WORK REQUEST:
Where the string "JSONDecodeError" appears in a line of the data, show that line.

Collected data:
------------------------------

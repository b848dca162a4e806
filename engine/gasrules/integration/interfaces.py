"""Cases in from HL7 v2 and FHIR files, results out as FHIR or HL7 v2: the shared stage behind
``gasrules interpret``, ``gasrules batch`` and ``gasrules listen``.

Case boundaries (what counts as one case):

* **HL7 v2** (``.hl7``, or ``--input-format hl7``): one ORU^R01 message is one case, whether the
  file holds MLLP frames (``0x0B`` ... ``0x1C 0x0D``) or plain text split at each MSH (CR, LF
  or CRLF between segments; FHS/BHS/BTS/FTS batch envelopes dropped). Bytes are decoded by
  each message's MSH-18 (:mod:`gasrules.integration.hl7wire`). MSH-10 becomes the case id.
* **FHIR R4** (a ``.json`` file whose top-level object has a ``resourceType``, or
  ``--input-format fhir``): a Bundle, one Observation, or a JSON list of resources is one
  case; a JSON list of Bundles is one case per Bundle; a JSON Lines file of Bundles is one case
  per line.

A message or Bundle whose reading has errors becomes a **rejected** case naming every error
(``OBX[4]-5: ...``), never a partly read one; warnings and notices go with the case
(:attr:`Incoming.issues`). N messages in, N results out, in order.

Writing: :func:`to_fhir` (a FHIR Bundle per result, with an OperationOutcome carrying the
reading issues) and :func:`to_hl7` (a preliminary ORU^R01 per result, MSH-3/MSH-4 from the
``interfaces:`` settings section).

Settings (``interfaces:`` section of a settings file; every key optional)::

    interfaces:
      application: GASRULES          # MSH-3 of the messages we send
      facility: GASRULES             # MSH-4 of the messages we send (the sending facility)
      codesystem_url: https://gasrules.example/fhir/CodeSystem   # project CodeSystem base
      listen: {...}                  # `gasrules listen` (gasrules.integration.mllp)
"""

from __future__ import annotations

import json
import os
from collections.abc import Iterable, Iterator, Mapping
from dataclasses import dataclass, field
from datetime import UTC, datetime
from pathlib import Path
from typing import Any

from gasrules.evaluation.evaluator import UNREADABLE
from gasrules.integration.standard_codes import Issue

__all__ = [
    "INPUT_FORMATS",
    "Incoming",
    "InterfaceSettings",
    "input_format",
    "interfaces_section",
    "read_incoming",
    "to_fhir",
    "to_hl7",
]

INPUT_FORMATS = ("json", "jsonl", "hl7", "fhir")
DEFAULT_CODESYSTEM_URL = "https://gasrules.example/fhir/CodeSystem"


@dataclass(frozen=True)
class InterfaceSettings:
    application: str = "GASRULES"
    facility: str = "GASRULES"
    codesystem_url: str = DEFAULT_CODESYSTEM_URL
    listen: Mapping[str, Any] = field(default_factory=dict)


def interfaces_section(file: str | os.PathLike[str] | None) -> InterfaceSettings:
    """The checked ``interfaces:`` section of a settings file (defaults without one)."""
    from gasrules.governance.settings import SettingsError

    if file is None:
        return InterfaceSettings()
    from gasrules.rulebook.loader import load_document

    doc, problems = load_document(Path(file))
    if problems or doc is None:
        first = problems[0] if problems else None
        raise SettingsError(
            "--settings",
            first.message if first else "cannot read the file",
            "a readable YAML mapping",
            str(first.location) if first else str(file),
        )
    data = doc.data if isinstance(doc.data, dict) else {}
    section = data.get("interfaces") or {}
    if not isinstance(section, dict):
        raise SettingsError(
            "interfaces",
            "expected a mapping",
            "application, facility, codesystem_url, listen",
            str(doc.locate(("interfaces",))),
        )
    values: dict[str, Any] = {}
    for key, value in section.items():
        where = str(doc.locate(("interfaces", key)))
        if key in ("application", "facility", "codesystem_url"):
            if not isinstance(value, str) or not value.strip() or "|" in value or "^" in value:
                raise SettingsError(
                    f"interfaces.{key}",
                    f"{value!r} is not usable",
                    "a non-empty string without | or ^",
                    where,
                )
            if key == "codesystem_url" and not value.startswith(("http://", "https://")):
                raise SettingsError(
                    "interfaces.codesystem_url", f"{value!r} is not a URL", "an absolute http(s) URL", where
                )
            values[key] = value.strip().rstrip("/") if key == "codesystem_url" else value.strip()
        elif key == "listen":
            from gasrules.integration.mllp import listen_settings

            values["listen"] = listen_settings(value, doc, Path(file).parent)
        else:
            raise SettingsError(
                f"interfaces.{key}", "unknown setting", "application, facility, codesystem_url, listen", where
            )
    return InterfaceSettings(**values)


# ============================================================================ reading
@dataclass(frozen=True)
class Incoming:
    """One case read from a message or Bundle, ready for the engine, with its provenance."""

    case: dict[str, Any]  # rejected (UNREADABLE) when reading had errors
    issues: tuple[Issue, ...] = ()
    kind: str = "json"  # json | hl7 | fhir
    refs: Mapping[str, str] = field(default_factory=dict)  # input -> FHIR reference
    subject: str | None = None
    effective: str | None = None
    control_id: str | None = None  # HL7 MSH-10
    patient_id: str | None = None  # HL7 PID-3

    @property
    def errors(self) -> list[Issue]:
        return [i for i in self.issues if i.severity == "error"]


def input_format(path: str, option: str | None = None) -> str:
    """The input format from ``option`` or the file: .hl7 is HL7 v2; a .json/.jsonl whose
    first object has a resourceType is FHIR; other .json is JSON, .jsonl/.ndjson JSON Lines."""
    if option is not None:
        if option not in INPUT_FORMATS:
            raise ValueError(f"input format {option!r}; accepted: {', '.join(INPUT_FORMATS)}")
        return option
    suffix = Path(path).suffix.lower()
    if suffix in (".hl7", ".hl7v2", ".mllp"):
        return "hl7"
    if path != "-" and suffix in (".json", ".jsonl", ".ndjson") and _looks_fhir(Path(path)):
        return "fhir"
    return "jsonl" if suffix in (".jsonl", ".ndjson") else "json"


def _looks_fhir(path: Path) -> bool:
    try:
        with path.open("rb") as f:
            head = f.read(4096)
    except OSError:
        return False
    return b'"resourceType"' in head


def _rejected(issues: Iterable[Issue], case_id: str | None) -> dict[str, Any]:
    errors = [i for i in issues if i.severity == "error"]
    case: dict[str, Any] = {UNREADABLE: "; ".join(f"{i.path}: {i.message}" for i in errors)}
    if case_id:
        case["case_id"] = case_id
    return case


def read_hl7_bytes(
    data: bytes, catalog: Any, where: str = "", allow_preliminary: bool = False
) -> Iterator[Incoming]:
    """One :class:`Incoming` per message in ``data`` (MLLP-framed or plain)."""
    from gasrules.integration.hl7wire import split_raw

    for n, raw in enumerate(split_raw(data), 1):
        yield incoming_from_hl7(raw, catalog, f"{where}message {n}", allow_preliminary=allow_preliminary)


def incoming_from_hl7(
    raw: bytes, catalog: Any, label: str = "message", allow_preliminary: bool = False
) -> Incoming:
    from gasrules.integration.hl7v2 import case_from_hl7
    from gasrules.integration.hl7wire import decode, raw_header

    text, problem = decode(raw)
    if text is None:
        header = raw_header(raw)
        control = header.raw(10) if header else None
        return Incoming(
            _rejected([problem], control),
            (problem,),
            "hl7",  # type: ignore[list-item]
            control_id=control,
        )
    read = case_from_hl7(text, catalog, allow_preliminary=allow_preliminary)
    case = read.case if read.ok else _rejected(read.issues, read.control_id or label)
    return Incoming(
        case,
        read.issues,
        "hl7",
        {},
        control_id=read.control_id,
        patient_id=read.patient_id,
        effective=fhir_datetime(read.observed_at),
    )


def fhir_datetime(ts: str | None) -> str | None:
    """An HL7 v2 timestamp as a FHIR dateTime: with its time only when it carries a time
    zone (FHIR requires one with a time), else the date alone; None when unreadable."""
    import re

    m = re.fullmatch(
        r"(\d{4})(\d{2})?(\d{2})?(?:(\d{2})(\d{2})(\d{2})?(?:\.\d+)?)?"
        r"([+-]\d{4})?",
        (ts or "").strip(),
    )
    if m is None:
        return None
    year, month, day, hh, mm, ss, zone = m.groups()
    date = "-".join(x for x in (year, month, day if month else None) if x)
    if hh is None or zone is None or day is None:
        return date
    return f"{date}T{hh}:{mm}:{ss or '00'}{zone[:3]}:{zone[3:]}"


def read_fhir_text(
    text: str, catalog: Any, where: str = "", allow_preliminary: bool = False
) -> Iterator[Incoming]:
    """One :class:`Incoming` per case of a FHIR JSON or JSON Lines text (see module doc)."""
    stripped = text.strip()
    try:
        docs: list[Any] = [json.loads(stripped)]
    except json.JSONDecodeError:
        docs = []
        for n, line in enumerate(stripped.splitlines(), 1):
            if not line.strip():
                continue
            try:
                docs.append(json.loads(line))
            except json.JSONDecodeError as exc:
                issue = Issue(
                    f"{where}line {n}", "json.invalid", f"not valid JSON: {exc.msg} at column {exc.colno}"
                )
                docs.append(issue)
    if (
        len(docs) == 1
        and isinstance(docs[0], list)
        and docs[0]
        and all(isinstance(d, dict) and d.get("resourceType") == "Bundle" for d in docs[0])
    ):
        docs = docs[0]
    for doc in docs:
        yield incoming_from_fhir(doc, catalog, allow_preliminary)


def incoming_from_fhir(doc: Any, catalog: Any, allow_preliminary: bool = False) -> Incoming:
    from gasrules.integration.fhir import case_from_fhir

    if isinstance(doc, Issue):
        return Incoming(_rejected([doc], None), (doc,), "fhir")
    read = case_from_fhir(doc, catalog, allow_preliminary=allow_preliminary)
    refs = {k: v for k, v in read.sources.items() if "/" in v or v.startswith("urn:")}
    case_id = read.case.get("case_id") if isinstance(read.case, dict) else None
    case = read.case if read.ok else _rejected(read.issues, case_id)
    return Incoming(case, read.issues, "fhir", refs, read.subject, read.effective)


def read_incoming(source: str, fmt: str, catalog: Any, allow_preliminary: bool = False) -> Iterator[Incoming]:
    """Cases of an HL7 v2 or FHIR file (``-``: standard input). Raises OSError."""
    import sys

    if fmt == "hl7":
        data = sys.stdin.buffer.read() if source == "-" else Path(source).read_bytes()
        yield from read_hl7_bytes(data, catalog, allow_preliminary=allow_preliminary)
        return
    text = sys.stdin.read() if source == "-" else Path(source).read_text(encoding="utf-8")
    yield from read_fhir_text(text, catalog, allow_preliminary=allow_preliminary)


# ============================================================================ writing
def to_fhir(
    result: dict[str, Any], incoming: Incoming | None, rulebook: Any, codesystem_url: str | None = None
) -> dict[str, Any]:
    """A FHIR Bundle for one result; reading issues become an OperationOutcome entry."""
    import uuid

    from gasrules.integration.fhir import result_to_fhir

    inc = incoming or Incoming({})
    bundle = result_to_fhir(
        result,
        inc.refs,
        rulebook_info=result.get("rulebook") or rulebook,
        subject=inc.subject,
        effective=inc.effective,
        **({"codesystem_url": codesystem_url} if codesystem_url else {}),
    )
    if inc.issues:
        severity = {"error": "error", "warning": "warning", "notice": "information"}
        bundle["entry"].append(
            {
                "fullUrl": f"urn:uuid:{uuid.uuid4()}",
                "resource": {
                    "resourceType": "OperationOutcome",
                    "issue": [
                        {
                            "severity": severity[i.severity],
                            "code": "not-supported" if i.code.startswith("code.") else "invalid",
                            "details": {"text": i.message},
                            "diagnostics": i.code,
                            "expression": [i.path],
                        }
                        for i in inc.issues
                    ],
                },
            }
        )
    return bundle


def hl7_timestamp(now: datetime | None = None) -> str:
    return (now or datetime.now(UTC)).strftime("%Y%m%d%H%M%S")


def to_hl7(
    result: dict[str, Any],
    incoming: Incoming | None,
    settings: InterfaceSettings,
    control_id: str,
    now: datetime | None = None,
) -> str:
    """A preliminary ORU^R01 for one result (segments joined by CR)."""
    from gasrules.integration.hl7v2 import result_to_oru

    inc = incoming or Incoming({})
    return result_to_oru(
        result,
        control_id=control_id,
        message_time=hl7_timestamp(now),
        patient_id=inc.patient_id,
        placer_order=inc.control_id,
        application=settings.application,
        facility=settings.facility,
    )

------------------------------

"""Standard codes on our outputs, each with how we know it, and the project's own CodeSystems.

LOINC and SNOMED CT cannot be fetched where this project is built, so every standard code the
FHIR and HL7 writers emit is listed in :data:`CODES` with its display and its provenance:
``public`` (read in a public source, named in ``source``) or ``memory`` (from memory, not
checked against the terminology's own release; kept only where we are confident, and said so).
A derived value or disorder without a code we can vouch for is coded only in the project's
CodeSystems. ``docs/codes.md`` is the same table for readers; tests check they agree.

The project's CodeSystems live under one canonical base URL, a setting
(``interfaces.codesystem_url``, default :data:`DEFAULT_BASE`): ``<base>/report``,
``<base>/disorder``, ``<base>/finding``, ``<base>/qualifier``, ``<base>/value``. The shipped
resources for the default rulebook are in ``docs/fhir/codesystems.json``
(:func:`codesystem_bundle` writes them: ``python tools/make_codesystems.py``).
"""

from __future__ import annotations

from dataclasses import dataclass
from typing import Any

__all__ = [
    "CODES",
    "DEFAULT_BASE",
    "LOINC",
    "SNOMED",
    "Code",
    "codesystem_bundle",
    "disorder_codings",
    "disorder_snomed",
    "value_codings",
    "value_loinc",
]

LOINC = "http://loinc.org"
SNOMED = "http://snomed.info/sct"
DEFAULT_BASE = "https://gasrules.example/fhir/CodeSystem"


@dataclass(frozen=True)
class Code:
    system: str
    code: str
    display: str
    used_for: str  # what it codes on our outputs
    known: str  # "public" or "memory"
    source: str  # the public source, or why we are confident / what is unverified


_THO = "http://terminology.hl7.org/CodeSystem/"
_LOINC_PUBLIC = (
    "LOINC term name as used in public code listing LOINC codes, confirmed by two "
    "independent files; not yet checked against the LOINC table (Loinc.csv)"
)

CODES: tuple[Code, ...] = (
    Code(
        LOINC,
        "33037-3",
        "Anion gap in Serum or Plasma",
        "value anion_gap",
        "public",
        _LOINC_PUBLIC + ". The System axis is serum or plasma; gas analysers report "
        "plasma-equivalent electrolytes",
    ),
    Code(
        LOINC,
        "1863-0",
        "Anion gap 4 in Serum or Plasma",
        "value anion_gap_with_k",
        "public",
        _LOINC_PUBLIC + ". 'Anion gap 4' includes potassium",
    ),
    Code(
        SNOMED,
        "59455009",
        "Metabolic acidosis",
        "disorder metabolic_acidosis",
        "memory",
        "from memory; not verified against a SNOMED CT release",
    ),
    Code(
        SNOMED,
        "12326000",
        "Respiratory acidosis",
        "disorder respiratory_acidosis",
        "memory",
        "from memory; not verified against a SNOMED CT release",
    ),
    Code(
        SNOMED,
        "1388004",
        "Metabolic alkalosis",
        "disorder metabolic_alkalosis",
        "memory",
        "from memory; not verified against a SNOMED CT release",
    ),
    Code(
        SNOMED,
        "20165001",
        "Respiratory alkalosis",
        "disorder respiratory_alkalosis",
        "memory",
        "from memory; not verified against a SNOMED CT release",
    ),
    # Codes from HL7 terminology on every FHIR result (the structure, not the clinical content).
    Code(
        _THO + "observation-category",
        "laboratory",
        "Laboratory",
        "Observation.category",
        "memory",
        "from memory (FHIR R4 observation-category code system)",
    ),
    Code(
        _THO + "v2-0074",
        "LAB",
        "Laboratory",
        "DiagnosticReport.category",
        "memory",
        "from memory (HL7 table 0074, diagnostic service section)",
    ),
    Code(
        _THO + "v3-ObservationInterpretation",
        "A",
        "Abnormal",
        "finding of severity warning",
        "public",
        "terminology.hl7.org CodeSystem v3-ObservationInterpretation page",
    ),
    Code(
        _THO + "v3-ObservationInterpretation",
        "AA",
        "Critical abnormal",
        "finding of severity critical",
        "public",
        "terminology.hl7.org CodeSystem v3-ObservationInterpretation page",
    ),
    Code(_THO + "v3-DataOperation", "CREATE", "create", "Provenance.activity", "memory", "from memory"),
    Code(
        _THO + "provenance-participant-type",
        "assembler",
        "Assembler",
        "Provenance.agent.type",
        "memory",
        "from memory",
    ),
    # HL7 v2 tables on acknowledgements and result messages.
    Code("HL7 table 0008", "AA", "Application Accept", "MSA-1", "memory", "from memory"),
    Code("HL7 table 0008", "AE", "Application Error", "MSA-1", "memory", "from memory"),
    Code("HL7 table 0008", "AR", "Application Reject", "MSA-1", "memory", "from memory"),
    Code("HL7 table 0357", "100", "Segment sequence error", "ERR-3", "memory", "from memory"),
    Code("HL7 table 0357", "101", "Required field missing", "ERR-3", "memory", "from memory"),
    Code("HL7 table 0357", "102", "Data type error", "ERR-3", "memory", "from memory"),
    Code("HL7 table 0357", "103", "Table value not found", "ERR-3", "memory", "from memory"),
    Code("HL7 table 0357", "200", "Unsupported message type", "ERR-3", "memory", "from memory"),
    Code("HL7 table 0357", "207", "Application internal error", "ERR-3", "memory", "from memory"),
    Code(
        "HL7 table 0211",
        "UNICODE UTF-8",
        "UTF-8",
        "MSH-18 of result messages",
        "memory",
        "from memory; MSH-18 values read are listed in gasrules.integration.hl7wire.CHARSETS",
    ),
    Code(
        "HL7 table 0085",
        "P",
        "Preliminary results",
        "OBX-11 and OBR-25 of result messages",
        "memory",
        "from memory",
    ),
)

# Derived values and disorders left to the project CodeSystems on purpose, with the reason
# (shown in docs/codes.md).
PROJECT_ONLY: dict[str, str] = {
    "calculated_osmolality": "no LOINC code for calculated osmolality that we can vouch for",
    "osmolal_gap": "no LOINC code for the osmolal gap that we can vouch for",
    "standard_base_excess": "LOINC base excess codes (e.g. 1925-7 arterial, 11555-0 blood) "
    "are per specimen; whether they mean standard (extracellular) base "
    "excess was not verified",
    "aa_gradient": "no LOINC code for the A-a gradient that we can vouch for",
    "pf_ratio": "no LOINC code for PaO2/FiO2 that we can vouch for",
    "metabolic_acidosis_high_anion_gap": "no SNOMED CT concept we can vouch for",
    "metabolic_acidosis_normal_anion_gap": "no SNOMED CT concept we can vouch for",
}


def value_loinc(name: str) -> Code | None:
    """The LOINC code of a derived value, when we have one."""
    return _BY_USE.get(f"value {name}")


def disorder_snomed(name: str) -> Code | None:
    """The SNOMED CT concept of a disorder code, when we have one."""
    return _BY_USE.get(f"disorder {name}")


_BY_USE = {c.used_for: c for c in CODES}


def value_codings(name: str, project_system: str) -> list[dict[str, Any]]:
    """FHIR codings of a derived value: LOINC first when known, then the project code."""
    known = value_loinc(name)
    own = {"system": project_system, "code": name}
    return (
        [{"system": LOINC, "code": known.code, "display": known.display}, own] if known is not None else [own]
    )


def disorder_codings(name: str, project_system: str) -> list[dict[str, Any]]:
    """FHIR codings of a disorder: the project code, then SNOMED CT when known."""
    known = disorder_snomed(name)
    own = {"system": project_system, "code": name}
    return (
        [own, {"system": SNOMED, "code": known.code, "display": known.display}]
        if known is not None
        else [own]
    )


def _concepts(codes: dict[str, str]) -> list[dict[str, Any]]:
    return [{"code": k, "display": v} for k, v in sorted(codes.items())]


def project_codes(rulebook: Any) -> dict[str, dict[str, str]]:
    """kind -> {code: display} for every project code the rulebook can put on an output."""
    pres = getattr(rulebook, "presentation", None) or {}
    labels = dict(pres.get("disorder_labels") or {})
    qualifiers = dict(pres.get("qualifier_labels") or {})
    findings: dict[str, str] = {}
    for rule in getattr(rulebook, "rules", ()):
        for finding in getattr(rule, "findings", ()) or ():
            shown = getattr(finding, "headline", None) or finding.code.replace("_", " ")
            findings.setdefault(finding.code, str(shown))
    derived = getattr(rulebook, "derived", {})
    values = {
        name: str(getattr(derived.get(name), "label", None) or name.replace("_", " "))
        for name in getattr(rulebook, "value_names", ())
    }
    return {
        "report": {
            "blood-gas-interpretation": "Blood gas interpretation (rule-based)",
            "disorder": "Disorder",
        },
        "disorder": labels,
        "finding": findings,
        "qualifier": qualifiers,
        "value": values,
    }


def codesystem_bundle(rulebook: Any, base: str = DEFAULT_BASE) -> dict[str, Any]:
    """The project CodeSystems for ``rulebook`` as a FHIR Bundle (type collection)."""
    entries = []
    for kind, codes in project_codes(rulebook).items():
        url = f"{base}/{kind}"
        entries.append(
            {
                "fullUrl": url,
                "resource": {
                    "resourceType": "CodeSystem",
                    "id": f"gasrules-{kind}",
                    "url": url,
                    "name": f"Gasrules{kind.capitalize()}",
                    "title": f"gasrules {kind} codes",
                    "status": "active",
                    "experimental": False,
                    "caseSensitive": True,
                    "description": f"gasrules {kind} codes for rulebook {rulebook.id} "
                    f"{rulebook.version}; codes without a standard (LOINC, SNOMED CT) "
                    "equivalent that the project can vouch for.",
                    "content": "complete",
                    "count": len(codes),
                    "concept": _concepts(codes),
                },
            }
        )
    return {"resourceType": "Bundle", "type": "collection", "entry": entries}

------------------------------

WORKED SOLUTION:
    except json.JSONDecodeError:
            except json.JSONDecodeError as exc:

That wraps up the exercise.